Dalam program Ngobrol Kesehatan (Ngobres) bersama KMN EyeCare di Heartline Radio, dr. Rien Widyasari, Sp.M (Dokter Spesialis Mata), menjelaskan bahwa LASIK merupakan tindakan bedah menggunakan laser untuk membentuk kembali kornea mata sehingga mampu memperbaiki gangguan refraksi seperti rabun jauh, rabun dekat, maupun astigmatisme (silinder). Prosesnya berlangsung cepat, tanpa rawat inap, menggunakan anestesi tetes mata, dan umumnya tidak menimbulkan rasa sakit.

Syarat dan Kriteria Pasien LASIK

Meski demikian, tidak semua orang dapat langsung menjalani LASIK. dr. Rien menjelaskan bahwa pasien ideal harus memenuhi kriteria berikut:

  • Berusia minimal 18 tahun.

  • Ukuran minus atau silinder sudah stabil selama kurang lebih satu tahun.

  • Kondisi mata sehat dan tidak memiliki penyakit tertentu seperti katarak atau infeksi.

  • Wanita hamil/menyusui serta penderita diabetes yang belum terkontrol disarankan menunda prosedur hingga kondisinya memungkinkan.

Oleh karena itu, pemeriksaan mata secara menyeluruh menjadi langkah penting untuk menentukan apakah seseorang benar-benar merupakan kandidat yang tepat untuk menjalani LASIK.

Mitos dan Fakta Seputar Prosedur LASIK

Banyak mitos yang beredar mengenai LASIK, mulai dari anggapan bahwa tindakan ini bisa menyebabkan kebutaan hingga keyakinan bahwa minus pasti akan kembali beberapa tahun setelah operasi.

Menurut dr. Rien, risiko komplikasi memang selalu ada dalam setiap tindakan medis, tetapi kemungkinan terjadinya sangat kecil jika prosedur dilakukan sesuai standar dan pasien mematuhi seluruh anjuran dokter. Hasil LASIK pun relatif stabil dalam jangka panjang, meskipun pada sebagian kecil pasien masih mungkin terjadi perubahan penglihatan seiring bertambahnya usia atau kondisi mata tertentu. Karena itu, keberhasilan LASIK tidak hanya bergantung pada teknologi, tetapi juga pada kondisi mata masing-masing dan kepatuhan terhadap proses pemulihan.

Perawatan Pascaoperasi untuk Hasil Optimal

Setelah menjalani LASIK, pasien umumnya sudah mulai merasakan peningkatan penglihatan dalam waktu 24 jam. Selama masa pemulihan, dokter akan memberikan obat tetes mata berupa antibiotik, antiinflamasi, dan air mata buatan untuk membantu penyembuhan serta mengurangi rasa kering pada mata.

Beberapa anjuran penting pasca-tindakan meliputi:

  • Menghindari mengucek mata.

  • Tidak memakai riasan mata selama sekitar dua minggu.

  • Melindungi mata dari debu dan paparan sinar matahari dengan kacamata pelindung.
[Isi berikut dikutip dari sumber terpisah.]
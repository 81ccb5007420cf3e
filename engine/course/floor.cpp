#include "engine/course/floor.h"

#include <algorithm>
#include <cmath>

#include "engine/course/sampling.h"
#include "engine/course/spot.h"
#include "engine/course/texture.h"
#include "engine/course/tile.h"

namespace lw {
namespace {

constexpr double cells_most = 60e6;  // 480 MB
constexpr double tiles_most = 16e6;  // 64 MB of tile_start
constexpr std::size_t tile_area = static_cast<std::size_t>(tile_cells) * tile_cells;
constexpr Cell bare_cell{16384, 0, 0, 0};
constexpr std::int32_t none = -1;

/// Samples [first, last] of the centreline that come near a tile; `before` is the run of the same tile found
/// before.
struct Run {
  std::size_t first, last;
  std::int32_t before;
};

/// What is known while the floor is made.
struct Work {
  const Centreline& line;
  double radius, half_width;           // m, of spot and line
  double margin;                       // m
  double tile;                         // m, side
  std::vector<std::int32_t> last_run;  // a tile
  std::vector<Run> runs;
  std::vector<std::int32_t> drawn;  // tiles with the line on them, in the order found
};

Error too_large(const char* what, double count, double most, double spot_radius) {
  const double spot_mm = 2e3 * spot_radius * std::sqrt(count / most);
  return {"sensors.spot_mm", rounded_text(2e3 * spot_radius),
          "so fine a spot needs a floor of " + rounded_text(count * 1e-6) + " million " + what +
              ", more than the " + rounded_text(most * 1e-6) + " million that can be held; a spot of " +
              rounded_text(std::ceil(1.1 * spot_mm * 10.0) / 10.0) + " mm would do"};
}

Result<Floor> blank_floor(const Work& work, double pitch) {
  double low_x = 1e300, low_y = 1e300, high_x = -1e300, high_y = -1e300;
  for (const Node& node : work.line.nodes) {
    low_x = std::min(low_x, node.x), high_x = std::max(high_x, node.x);
    low_y = std::min(low_y, node.y), high_y = std::max(high_y, node.y);
  }
  // Tiles lie on a lattice through the origin, so that moving one end of a course leaves the cells of the
  // other alone. One cell more than the margin on every side keeps rounding inside.
  const double w = work.tile, border = work.margin + pitch;
  const double i0 = std::floor((low_x - border) / w), i1 = std::floor((high_x + border) / w) + 1.0;
  const double j0 = std::floor((low_y - border) / w), j1 = std::floor((high_y + border) / w) + 1.0;
  const double tiles = (i1 - i0) * (j1 - j0);
  if (!(tiles <= tiles_most)) return too_large("tiles", tiles, tiles_most, work.radius);
  Floor floor;
  floor.x0 = i0 * w;
  floor.y0 = j0 * w;
  floor.pitch = pitch;
  floor.tiles_x = static_cast<int>(i1 - i0);
  floor.tiles_y = static_cast<int>(j1 - j0);
  floor.tile_start.assign(static_cast<std::size_t>(tiles), 0);
  return floor;
}

/// Calls visit(tile) for every tile within `distance` of (x, y).
template <class Visit>
void each_tile_near(const Floor& floor, double tile, double x, double y, double distance, Visit&& visit) {
  const auto index = [tile](double at, int most) {
    return static_cast<int>(std::min(std::max(std::floor(at / tile), 0.0), most - 1.0));
  };
  const double fx = x - floor.x0, fy = y - floor.y0;
  const int i0 = index(fx - distance, floor.tiles_x), i1 = index(fx + distance, floor.tiles_x);
  const int j0 = index(fy - distance, floor.tiles_y), j1 = index(fy + distance, floor.tiles_y);
  const auto off = [tile](double at, int i) { return std::max({0.0, i * tile - at, at - (i + 1) * tile}); };
  for (int j = j0; j <= j1; ++j) {
    const double dy = off(fy, j);
    for (int i = i0; i <= i1; ++i) {
      const double dx = off(fx, i);
      if (dx * dx + dy * dy <= distance * distance) visit(j * floor.tiles_x + i);
    }
  }
}

std::size_t samples_within(const Centreline& line, double length) {
  return std::max<std::size_t>(1, static_cast<std::size_t>(length / line.pitch));
}

/// Notes, for every tile the line may darken, which samples come near it.
void find_runs(const Floor& floor, Work& work) {
  const std::size_t n = work.line.nodes.size();
  const std::size_t stride = samples_within(work.line, work.tile / 8.0);
  const double step = static_cast<double>(stride) * work.line.pitch;
  const double near = work.radius + work.half_width + 2.0 * floor.pitch + step;
  work.last_run.assign(floor.tile_start.size(), none);
  const auto visit_node = [&](std::size_t i) {
    const Node& node = work.line.nodes[i];
    each_tile_near(floor, work.tile, node.x, node.y, near, [&](int tile) {
      std::int32_t& last = work.last_run[static_cast<std::size_t>(tile)];
      if (last == none) work.drawn.push_back(tile);
      if (last != none && work.runs[last].last + stride >= i) {
        work.runs[last].last = i;
        return;
      }
      work.runs.push_back({i, i, last});
      last = static_cast<std::int32_t>(work.runs.size()) - 1;
    });
  };
  for (std::size_t i = 0; i < n; i += stride) visit_node(i);
  if ((n - 1) % stride != 0) visit_node(n - 1);
}

/// The branches that come near a tile. Runs that meet at the seam of a closed course are joined.
std::vector<Branch> branches_of(const Work& work, std::int32_t run) {
  const std::size_t n = work.line.nodes.size();
  std::vector<Run> runs;
  for (; run != none; run = work.runs[run].before)
    runs.push_back(work.runs[run]);  // the last one comes first
  if (work.line.closed && runs.front().last == n - 1 && runs.back().first == 0) {
    runs.front().last += runs.size() > 1 ? 1 + runs.back().last : 1;
    if (runs.size() > 1) runs.pop_back();
  }
  std::vector<Branch> branches;
  for (const Run& r : runs) add_branches(work.line, r.first, r.last, branches);
  return branches;
}

/// With texture every tile a sensor may come to has cells of its own.
std::vector<std::int32_t> tiles_within_margin(const Floor& floor, const Work& work) {
  std::vector<std::int32_t> tiles = work.drawn;
  std::vector<char> known(floor.tile_start.size(), 0);
  for (const std::int32_t tile : tiles) known[tile] = 1;
  const std::size_t stride = samples_within(work.line, work.tile / 4.0);
  const double step = static_cast<double>(stride) * work.line.pitch;
  for (std::size_t i = 0; i < work.line.nodes.size(); i += stride) {
    const Node& node = work.line.nodes[i];
    each_tile_near(floor, work.tile, node.x, node.y, work.margin + step, [&](int tile) {
      if (!known[tile]) tiles.push_back(tile);
      known[tile] = 1;
    });
  }
  return tiles;
}

}  // namespace

Result<Floor> make_floor(const Centreline& line, const Course& course, const FloorLook& look,
                         FloorNeed need) {
  const double pitch = need.spot_radius / 4.0;
  Work work{line, need.spot_radius, 0.5e-3 * course.line_mm, need.margin, tile_cells * pitch, {}, {}, {}};
  Result<Floor> floor = blank_floor(work, pitch);
  if (!floor) return floor;
  find_runs(*floor, work);
  const Texture texture = texture_of(look, need.spot_radius);
  const std::vector<std::int32_t> tiles =
      texture.amount > 0.0 ? tiles_within_margin(*floor, work) : work.drawn;
  const double count = static_cast<double>(tiles.size() + 1) * tile_area;
  if (count > cells_most) return too_large("cells", count, cells_most, work.radius);
  floor->cells.assign((tiles.size() + 1) * tile_area, bare_cell);
  const SpotTable spot(work.radius, work.half_width, pitch);
  for (std::size_t t = 0; t < tiles.size(); ++t) {
    const std::size_t start = (t + 1) * tile_area;
    floor->tile_start[tiles[t]] = static_cast<std::int32_t>(start);
    const double x = floor->x0 + (tiles[t] % floor->tiles_x) * work.tile;
    const double y = floor->y0 + (tiles[t] / floor->tiles_x) * work.tile;
    if (t < work.drawn.size()) {
      const std::vector<Branch> branches = branches_of(work, work.last_run[tiles[t]]);
      draw_tile({line, spot, work.radius, work.half_width, pitch}, branches, x, y, &floor->cells[start]);
    }
    if (texture.amount > 0.0) add_texture(texture, x, y, pitch, &floor->cells[start]);
  }
  return floor;
}

double brightness(const Floor& floor, double x, double y) {
  const double cx = (x - floor.x0) / floor.pitch, cy = (y - floor.y0) / floor.pitch;
  const double wide = static_cast<double>(floor.tiles_x) * tile_cells;
  const double high = static_cast<double>(floor.tiles_y) * tile_cells;
  if (!(cx >= 0.0 && cx < wide && cy >= 0.0 && cy < high)) return 1.0;
  const int i = static_cast<int>(cx), j = static_cast<int>(cy);
  const int start = floor.tile_start[(j / tile_cells) * floor.tiles_x + i / tile_cells];
  const Cell& cell = floor.cells[start + (j % tile_cells) * tile_cells + i % tile_cells];
  const double u = cx - i - 0.5, v = cy - j - 0.5;
  return (cell.c0 + cell.c1 * u + cell.c2 * v + cell.c3 * u * v) * cell_unit;
}

}  // namespace lw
  • Melakukan kontrol rutin setelah tindakan untuk memastikan proses penyembuhan berjalan optimal.

Dengan pemeriksaan yang tepat, teknologi modern, serta kepatuhan terhadap perawatan pascaoperasi, LASIK dapat menjadi solusi yang aman dan efektif bagi masyarakat yang ingin menikmati kualitas penglihatan yang lebih baik tanpa bergantung pada kacamata atau lensa kontak.